Je n’ai jamais essayé de crier dans l’espace, pour la simple et bonne raison que je ne suis jamais allée dans l’espace autrement que par écran interposé ou conscience translatée – et il y a d’ailleurs de fortes chances que mon expérience intersidérale se limite à ces simulacres, lunettes 3D ou pas -, mais, à en croire l’accroche du mythique Alien, le 8e passager qui, à l’époque, avait fait beaucoup de bruit, et résonne toujours dans nos corps : « Dans l’espace, personne ne vous entend crier ». La remarque est d’autant plus superfétatoire que le film n’est assurément pas muet et que nous les entendons tous – Ripley, Ash, Dallas, Kane et les autres – cracher leur peur à pleins poumons. En revanche, sous la surface de l’eau, qui est une autre forme d’espace, les sons ont beau se propager à une vitesse quasiment cinq fois supérieure à ce qui se passe dans l’air, donc en moyenne à 1 500 m/s, on ne comprend pas forcément pour autant les borborygmes et autres rugissements bouillonnants émis avec force et impétuosité…
Je m’en souviens parfaitement… Quand j’ai passé l’angle de la forteresse et que j’ai aperçu cette Mercedes blanche garée en travers du quai, alors même que les voitures y étaient interdites, j’ai marqué une pause. Comme un réflexe face à un potentiel danger. Un signal transmis à mon cerveau pour évaluer la situation avant qu’il ne soit trop tard. Mille complots avaient déjà pris forme dans mon esprit fertile. Je m’étais fait mon film. Extérieur jour. Lumière grise. Voiture de truands. En poursuivant mon chemin, j’imaginais me retrouver face à des trafiquants, au hasard, de drogue, ayant choisi cet endroit isolé pour finaliser une grosse transaction à l’abri des regards. Sauf que j’étais là. Je ne sais pas exactement ce qui a induit cette pensée soudaine et incongrue mais cet arrêt préventif m’a paru interminable… Après avoir vérifié 12 fois que la voiture était vide, qu’il n’y avait personne en contrebas, et m’être demandé autant de fois s’ils n’étaient tout simplement pas de l’autre côté du mur, j’ai pris mon courage à deux mains et je me suis avancée lentement vers la voiture, prête à détaler à l’opposé si nécessaire. C’était bien entendu ridicule car il n’y avait personne d’autre que moi et mes peurs déplacées sur cette péninsule de pierre…

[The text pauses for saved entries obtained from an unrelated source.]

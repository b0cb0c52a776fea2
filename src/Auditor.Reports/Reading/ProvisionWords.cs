using Auditor.Engine.RuleSets;

namespace Auditor.Reports.Reading;

/// <summary>The words for provisions in files and reports.</summary>
internal static class ProvisionWords
{
    /// <summary>The word for a provision.</summary>
    public static string Word(this Provision provision) => provision == Provision.Requirement ? "requirement" : "recommendation";
}
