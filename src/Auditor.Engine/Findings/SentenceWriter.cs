using System.Text;
using Auditor.Engine.RuleSets;

namespace Auditor.Engine.Findings;

/// <summary>Fills the sentence of a rule with the values of a finding.</summary>
internal static class SentenceWriter
{
    public static string Write(Finding finding)
    {
        var text = new StringBuilder();
        foreach (var part in finding.Rule.Says.Parts)
        {
            text.Append(Fill(part, finding));
        }

        return text.ToString();
    }

    private static string Fill(Sentence.Part part, Finding finding)
    {
        if (part.Formula is { } formula)
        {
            return ValueText.Show(formula.Evaluate(finding.Subject.Scope), formula.Unit);
        }

        return (part.IsPlace, part.Text) switch
        {
            (true, "value") => ValueText.Show(finding.Judgement.Value, finding.Rule.Check.Unit),
            (true, _) => LimitText.Plain(finding.Rule.Check, finding.Judgement),
            _ => part.Text!,
        };
    }
}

Ne vous fiez pas à cette image de Kandy – pas l’héroïne orpheline globe-trotteur de nos jeunes années qui attendait désespérément son prince sur la colline, non, Kandy, la ville sri-lankaise -, c’est un leurre : dans la vraie vie, les enfants ne restent pas sagement en rang deux par deux en attendant qu’on leur dise quoi faire. Dans la vraie vie, ils chahutent, ils trépignent, ils se harponnent, ils s’écharpent, ils crient, ils courent sur la route en dépit du danger et d’un bon sens qu’ils n’ont malheureusement pas encore acquis.

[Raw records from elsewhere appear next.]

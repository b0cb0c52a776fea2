using Auditor.Engine.Evidence;
using Auditor.Engine.Findings;
using Auditor.Engine.Installation;
using Auditor.Formulas.Subjects;
using Auditor.Formulas.Types;
using Auditor.Formulas.Values;

namespace Auditor.Reports.Reading;

/// <summary>What the findings of an audit rest on that a reader should know to be less than certain.</summary>
internal sealed class Supports
{
    private readonly Foundations _foundations;
    private readonly Lazy<IReadOnlyList<AssumedInput>> _assumed;
    private readonly Lazy<IReadOnlyList<(string Name, string Text, IReadOnlyList<string> Findings)>> _memory;

    public Supports(AuditResult result)
    {
        _foundations = new Foundations(result);
        _assumed = new(() => AssumedIn(result));
        _memory = new(() =>
        [
            .. Users(result, FoundationKind.FigureFromMemory)
                .OrderBy(group => group.Key.Name, StringComparer.Ordinal).ThenBy(group => group.Key.Text, StringComparer.Ordinal)
                .Select(group => (group.Key.Name, group.Key.Text, (IReadOnlyList<string>)[.. group])),
        ]);
    }

    /// <summary>Inputs marked as assumed, in the order of the design, with the keys of the findings that hang on each.</summary>
    public IReadOnlyList<AssumedInput> Assumed => _assumed.Value;

    /// <summary>Figures from memory, by name, with the keys of the findings that rest on each.</summary>
    public IReadOnlyList<(string Name, string Text, IReadOnlyList<string> Findings)> Memory => _memory.Value;

    /// <summary>What one finding rests on.</summary>
    public IReadOnlyList<Foundation> Of(Finding finding) => _foundations.Of(finding);

    private IReadOnlyList<AssumedInput> AssumedIn(AuditResult result)
    {
        var inputs = result.Design.Subjects
            .SelectMany(subject => subject.Shape.Inputs.Where(slot => IsAssumed(subject, slot)).Select(slot => StatedInput.Of(subject, slot))).OfType<StatedInput>().ToArray();
        if (inputs.Length == 0)
        {
            return [];
        }

        var users = Users(result, FoundationKind.AssumedInput);
        return [.. inputs.Select(input => new AssumedInput(input, [.. users[(input.Subject.Key, input.Slot.Path, input.Text)]]))];
    }

    /// <summary>The keys of the findings that rest on each foundation of a kind.</summary>
    private ILookup<(string? Subject, string Name, string Text), string> Users(AuditResult result, FoundationKind kind) =>
        result.Findings
            .SelectMany(finding => Of(finding).Where(foundation => foundation.Kind == kind).Select(foundation => (foundation, finding.Key)))
            .ToLookup(pair => (pair.foundation.Subject, pair.foundation.Name, pair.foundation.Text), pair => pair.Key);

    private static bool IsAssumed(DesignSubject subject, InputSlot slot) =>
        slot.Type.Kind == FormulaKind.Quantity && subject.Input(slot.Index).Marks.HasFlag(Marks.Assumed);

    /// <summary>An assumed input and the findings that hang on it.</summary>
    internal sealed record AssumedInput(StatedInput Input, IReadOnlyList<string> Findings);
}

J’adore les enfants ! Oui, je sais, après cette introduction, ça sonne un peu faux. Je précise donc ma pensée : à petites doses – pas nécessairement homéopathiques -, j’adore les enfants. Voilà, comme ça, c’est mieux. Les doses peuvent être estivales par exemple – le moment préféré des parents qui se délestent de leurs merveilles du monde auprès de leurs propres parents, frères, sœurs, oncles, tantes, bouchers, zoos (ceux où les animaux évoluent en liberté quand même)… : ça tombe bien, c’est l’été. Youpi ! Il y a quelques jours, le premier en fait, m’est venue cette étrange pensée : « D’une certaine manière, s’occuper d’enfants est intellectuellement reposant ». Pas le temps de tergiverser, de douter, de se poser des questions existentielles et/ou abstraites auxquelles on peut se permettre de chercher les réponses des années durant sans avancer d’un iota : le luxe de la nullipare heureuse.

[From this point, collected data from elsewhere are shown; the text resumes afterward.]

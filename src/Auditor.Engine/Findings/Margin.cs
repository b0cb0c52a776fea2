namespace Auditor.Engine.Findings;

/// <summary>Signed distance to the limit; positive on the right side.</summary>
/// <param name="Absolute">Distance in coherent units.</param>
/// <param name="Relative">Distance as a share of the limit; null where the limit is zero.</param>
public sealed record Margin(double Absolute, double? Relative);
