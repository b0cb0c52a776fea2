using Auditor.Quantities;

namespace Auditor.Engine.Findings;

/// <summary>The unit of a distance: that of the value, but for temperatures, whose distance is in kelvin.</summary>
public static class MarginUnit
{
    private static readonly Unit Kelvin = UnitCatalog.Find("K")!;

    /// <summary>The unit of a distance between two values in a unit.</summary>
    public static Unit Of(Unit unit) => unit.Dimension.IsTemperature ? Kelvin : unit;
}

Non, à problèmes concrets, réponses instantanées : les gâteaux sont là, apporte m’en un s’il-te-plaît (morfale mais polie quand même) ; ton maillot est mouillé ? tu n’avais qu’à le sortir de ton sac ; ne mets pas les mains dans ta bouche, tu vas attraper un staphylocoque doré et tu ne réussiras jamais à t’en débarrasser ! ; va te brosser les dents, tu as un bout de salade en 12 (pour ceux qui me lisent régulièrement…) ; ne jette pas du sable sur la petite fille, elle ne t’a encore rien fait ; ne va pas te noyer quand je regarde ailleurs ; tu as bu ? (de l’eau, je précise) ; non, je ne gonflerai pas ta bouée géante pour la 10e fois… Allez donc caser un questionnement sur le sens à donner à votre vie là-dedans ! Le repos n’est évidemment que relatif : si l’esprit fait une pause, le corps est à l’agonie !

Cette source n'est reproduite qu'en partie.